This was the first track I’d recorded since the official release of Ardour 3, too. It worked really well — it was stable, reliable, and predictable throughout, a definite improvement on the betas. If you haven’t tried it yet, now’s definitely the time!

creating a dynamic soundtrack for switchbreak’s “civilian”

Over the last week I’ve put a bunch of time in to my new game project, a Switchbreak game called Civilian. I’ve been working on music for it, but this blog post isn’t about music — it’s about the crazy stunts you can pull in modern interpreted languages.

Dynamic music in Flash?

Most Flash games use a looping MP3 for background music — it takes just a couple of lines of code to implement, and while the looping isn’t perfectly seamless (there are brief pauses at the start and end, added by the MP3 encoder) it’s usually close enough. For Civilian, though, I wasn’t satisfied with a simple looped track. It’s a game about the passage of time and about player progression, and I wanted the music to reflect those things.

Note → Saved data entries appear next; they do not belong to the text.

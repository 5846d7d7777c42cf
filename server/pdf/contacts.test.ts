import { describe, expect, it } from "vitest";
import { contactsOnce } from "./manifest.pdf";
import { buildManifestInput } from "./manifest-input.fixture";

describe("contactsOnce", () => {
  it("lists each party once: the sender and the receiver first, a repeated person adds a role", () => {
    // source: issue 12 §3 (product requirement): each party is listed once in the contacts
    const base = buildManifestInput();
    const input = buildManifestInput({
      emergencyContacts: [
        // The same person and number as the sender, written a little differently.
        {
          name: ` ${base.sender.contactName.toUpperCase()} `,
          role: "Courier, leg 1",
          phone: base.sender.phone24h.replace(/\D/g, ""),
        },
        { name: base.receiver.contactName, role: "Receiver — again", phone: base.receiver.phone24h },
        { name: "Dr. Demo Vet", role: "Sender's veterinarian", phone: "(555) 010-0199" },
      ],
    });
    const rows = contactsOnce(input);
    expect(rows.map((r) => [r.name, r.roles])).toEqual([
      [base.sender.contactName, ["Sender", "Courier, leg 1"]],
      [base.receiver.contactName, ["Receiver"]],
      ["Dr. Demo Vet", ["Sender's veterinarian"]],
    ]);
  });
});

What I really wanted was a dynamic music system, something that would let me alter the music’s sequence or instrumentation on-the-fly in response to the player’s actions. There was no way that was going to work with simple, non-seamless looping MP3s, though — I needed to start working with audio data on a much lower level.

Writing a low-level mixer in AS3

Thankfully, the Flash 10 APIs do give you low-level audio functionality. You can get raw audio data out of an MP3 file, and then send that to audio buffers for playback; I’d already done just that in fact, to implement a seamless MP3 looper, and that gave me a crazy idea: if I could get audio data from one MP3 and play it back, could I also get data from two or more MP3s, mix them, and play them back all at once?

Once I’d confirmed with a simple proof-of-concept that the answer was an emphatic “yes”, I set about adding more tracks, and then implementing features like panning and volume conrol. By this point, the amount of CPU power required to run this mixing was significant — about 40% of one core on my 1.7Ghz i5 Macbook Air — but Flash had no trouble keeping up while running some simple gameplay at 60FPS.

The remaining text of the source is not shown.